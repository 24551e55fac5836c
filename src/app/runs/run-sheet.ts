import { ChangeDetectionStrategy, Component, computed, inject, linkedSignal, signal, viewChild } from '@angular/core';
import { rxResource } from '@angular/core/rxjs-interop';
import { MatButtonModule } from '@angular/material/button';
import { MatDialog } from '@angular/material/dialog';
import { MatIconModule } from '@angular/material/icon';
import { MatProgressBarModule } from '@angular/material/progress-bar';
import { MatSlideToggleModule } from '@angular/material/slide-toggle';
import { MatTooltipModule } from '@angular/material/tooltip';
import { RouterLink } from '@angular/router';
import { map, of } from 'rxjs';
import type { RunEdit } from '../../../shared/runs';
import { ApiError } from '../core/api-error';
import { Notifier } from '../core/notifier';
import { ReasonDialog, type ReasonDialogData } from '../studies/reason-dialog';
import { StudyApi } from '../studies/study-api';
import { StudyStore } from '../studies/study-store';
import type { Run } from '../studies/study-types';
import { AttachmentsDialog, type AttachmentsDialogData } from './attachments-dialog';
import { parseTsv } from './paste-parser';
import { planPaste } from './paste-plan';
import { cellChange, cellSpecs, cellText } from './run-cells';
import { runColumns } from './run-columns';
import { ConflictDialog, cellConflict, type ConflictChoice } from './run-conflict';
import { RunGrid, type CellEdit, type GridPaste, type RowActionKind } from './run-grid';
import { RunHistoryDialog, type RunHistoryData } from './run-history-dialog';
import { sheetCounts } from './sheet-counts';

/** The run sheet: one row per run, saved cell by cell, with block paste, files, history and removal. */
@Component({
  selector: 'sm-run-sheet',
  changeDetection: ChangeDetectionStrategy.OnPush,
  imports: [RouterLink, MatButtonModule, MatIconModule, MatProgressBarModule, MatSlideToggleModule, MatTooltipModule, RunGrid],
  templateUrl: './run-sheet.html',
  styleUrl: './run-sheet.scss',
})
export class RunSheetPage {
  protected readonly store = inject(StudyStore);
  private readonly api = inject(StudyApi);
  private readonly dialog = inject(MatDialog);
  private readonly notifier = inject(Notifier);
  private readonly grid = viewChild(RunGrid);

  protected readonly includeRemoved = signal(false);
  private readonly sheet = rxResource({
    params: () => ({ id: this.store.id(), removed: this.includeRemoved() }),
    stream: ({ params }) => (params.id === null ? of(null) : this.api.runs(params.id, params.removed)),
  });
  protected readonly loading = this.sheet.isLoading;
  private readonly data = computed(() => (this.sheet.hasValue() ? this.sheet.value() : null));
  /** The rows shown; starts from each load and takes the server's answer after every save. */
  protected readonly runs = linkedSignal<Run[]>(() => this.data()?.runs ?? []);
  private readonly byId = computed(() => new Map(this.runs().map((r) => [r.id, r])));
  protected readonly counts = computed(() => {
    const local = sheetCounts(this.runs());
    // Removed runs are only loaded on request; until then the server's count stands for them.
    return this.includeRemoved() ? local : { ...local, removed: this.data()?.counts.removed ?? 0 };
  });
  private readonly outcomes = computed(() => this.data()?.outcomes ?? []);
  private readonly specs = computed(() => cellSpecs(this.data()?.factors ?? [], this.data()?.responses ?? []));
  protected readonly canEdit = this.store.canEdit;
  protected readonly columns = computed(() => {
    const d = this.data();
    return d ? runColumns(d.factors, d.responses, d.outcomes, this.canEdit()) : [];
  });
  protected readonly pasteErrors = signal<string[]>([]);
  protected readonly lastPaste = signal<{ message: string; undo: RunEdit[] | null } | null>(null);
  protected readonly busy = signal(false);

  protected exportUrl(format: 'csv' | 'xlsx' | 'html'): string {
    return this.api.exportUrl(this.store.id() ?? 0, format);
  }

  private replace(updated: Run[]): void {
    const next = new Map(updated.map((r) => [r.id, r]));
    this.runs.update((rows) => rows.map((r) => next.get(r.id) ?? r));
  }

  /** The study header shows progress and status (the first value moves planned to collecting). */
  private refreshHeader(): void {
    const s = this.store.study();
    const c = this.counts();
    if (!s || s.status === 'planned' || s.progress.recorded !== c.recorded || s.progress.invalid !== c.invalid) this.store.reload();
  }

  protected refused(message: string): void {
    this.notifier.error(message);
  }

  protected saveCell(e: CellEdit): void {
    const id = this.store.id();
    const spec = this.specs().get(e.colId);
    if (id === null || !spec) return;
    const change = cellChange(spec, e.newText, this.outcomes());
    if ('error' in change) {
      this.notifier.error(`Run ${e.run.code}, ${spec.label}: ${change.error}`);
      return;
    }
    const edit: RunEdit = { ...change.fields, runId: e.run.id, version: e.run.version };
    this.send(id, edit, e);
  }

  private send(id: number, edit: RunEdit, e: CellEdit): void {
    const { runId, ...body } = edit;
    this.api.patchRun(id, runId, body).subscribe({
      next: (res) => {
        this.replace([res.run]);
        if (res.warnings.length) this.notifier.info(res.warnings.join(' '));
        this.refreshHeader();
      },
      error: (err: unknown) => {
        if (err instanceof ApiError && err.status === 409) this.resolveConflict(id, edit, e, err.current);
        else if (err instanceof ApiError) this.notifier.error(`Run ${e.run.code}: ${err.message}`);
      },
    });
  }

  /**
   * Someone saved this run after we loaded it: show what is stored now (the 409 carries the run; the
   * sheet is fetched only when it does not) and let the user choose.
   */
  private resolveConflict(id: number, edit: RunEdit, e: CellEdit, sent: unknown): void {
    const stored = isRunFor(sent, edit.runId)
      ? of({ current: sent, outcomes: this.outcomes() })
      : this.api.runs(id, this.includeRemoved()).pipe(map((sheet) => ({ current: sheet.runs.find((r) => r.id === edit.runId), outcomes: sheet.outcomes })));
    stored.subscribe(({ current, outcomes }) => {
      const spec = this.specs().get(e.colId);
      if (!current || !spec) return;
      this.replace([current]);
      this.refreshHeader();
      const conflict = cellConflict(spec, edit, e.oldText, e.newText, current, outcomes);
      if (!conflict) return;
      this.dialog
        .open<ConflictDialog, typeof conflict, ConflictChoice>(ConflictDialog, { data: conflict, width: '480px' })
        .afterClosed()
        .subscribe((choice) => {
          if (choice === 'mine') this.send(id, conflict.retry, { ...e, run: current, oldText: cellText(spec, current, outcomes) });
        });
    });
  }

  protected pasteBlock(p: GridPaste): void {
    const id = this.store.id();
    if (id === null) return;
    const block = parseTsv(p.text);
    const plan = planPaste(block, p.target, this.byId(), this.specs(), this.outcomes());
    this.pasteErrors.set(plan.errors);
    if (plan.errors.length) return;
    this.busy.set(true);
    this.api.batch(id, { edits: plan.edits, reason: 'paste' }).subscribe({
      next: (res) => {
        this.busy.set(false);
        this.replace(res.runs);
        this.lastPaste.set({ message: `Pasted ${plan.cellCount} cells into ${plan.edits.length} runs.`, undo: res.undo.edits });
        this.grid()?.flash(res.runs.map((r) => r.id), p.target.colIds.slice(0, Math.max(...block.map((b) => b.length))));
        this.refreshHeader();
      },
      error: (err: unknown) => {
        this.busy.set(false);
        if (!(err instanceof ApiError)) return;
        if (err.status === 409) {
          this.pasteErrors.set([`${err.message} Nothing was pasted. The sheet now shows the stored values; paste again if the block still applies.`]);
          this.sheet.reload();
        } else this.pasteErrors.set([err.message, ...err.details.map((d) => `${d.path}: ${d.message}`)]);
      },
    });
  }

  protected undoPaste(): void {
    const id = this.store.id();
    const undo = this.lastPaste()?.undo;
    if (id === null || !undo?.length) return;
    this.busy.set(true);
    this.api.batch(id, { edits: undo, reason: 'undo paste' }).subscribe({
      next: (res) => {
        this.busy.set(false);
        this.replace(res.runs);
        this.lastPaste.set({ message: 'The paste was undone; the previous values are back.', undo: null });
        this.refreshHeader();
      },
      error: (err: unknown) => {
        this.busy.set(false);
        if (err instanceof ApiError) this.pasteErrors.set([`Undo failed: ${err.message}`]);
        this.sheet.reload();
      },
    });
  }

  protected rowAction(a: { kind: RowActionKind; run: Run }): void {
    const id = this.store.id();
    if (id === null) return;
    if (a.kind === 'attachments') {
      this.dialog
        .open<AttachmentsDialog, AttachmentsDialogData>(AttachmentsDialog, { data: { studyId: id, run: a.run, canEdit: this.canEdit() }, width: '720px' })
        .afterClosed()
        .subscribe(() => this.sheet.reload());
    } else if (a.kind === 'history') {
      this.dialog.open<RunHistoryDialog, RunHistoryData>(RunHistoryDialog, { data: { studyId: id, run: a.run }, width: '860px' });
    } else this.removeOrRestore(id, a.run, a.kind === 'remove');
  }

  private removeOrRestore(id: number, run: Run, remove: boolean): void {
    const data: ReasonDialogData = remove
      ? {
          title: `Remove run ${run.code}`,
          message: 'The run stays on record with your reason and leaves the analysis. It can be restored later.',
          action: 'Remove run',
          destructive: true,
          required: true,
        }
      : { title: `Restore run ${run.code}`, message: 'The run returns to the sheet and the analysis.', action: 'Restore run', required: true };
    this.dialog
      .open<ReasonDialog, ReasonDialogData, string>(ReasonDialog, { data, width: '480px' })
      .afterClosed()
      .subscribe((reason) => {
        if (!reason) return;
        const call = remove ? this.api.removeRun(id, run.id, reason, run.version) : this.api.restoreRun(id, run.id, reason);
        call.subscribe({
          next: (r) => {
            if (remove && !this.includeRemoved()) this.runs.update((rows) => rows.filter((x) => x.id !== r.id));
            else this.replace([r]);
            this.notifier.info(remove ? `Run ${r.code} removed` : `Run ${r.code} restored`);
          },
          error: (err: unknown) => {
            if (err instanceof ApiError) this.notifier.error(err.message);
          },
        });
      });
  }
}

/** The run a 409 sent back, when it is one (shape checked: it comes from the network). */
function isRunFor(x: unknown, runId: number): x is Run {
  if (typeof x !== 'object' || x === null) return false;
  const r = x as Partial<Run>;
  return r.id === runId && typeof r.version === 'number' && typeof r.code === 'string' && typeof r.values === 'object' && typeof r.settings === 'object';
}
- - -
BRIEF =>
Taking the entries above, print exactly the lines starting at the line with "stands for them." and ending at the line with "private readonly outcomes", both included.

RESULT OF THIS EXERCISE =>
    // Removed runs are only loaded on request; until then the server's count stands for them.
    return this.includeRemoved() ? local : { ...local, removed: this.data()?.counts.removed ?? 0 };
  });
  private readonly outcomes = computed(() => this.data()?.outcomes ?? []);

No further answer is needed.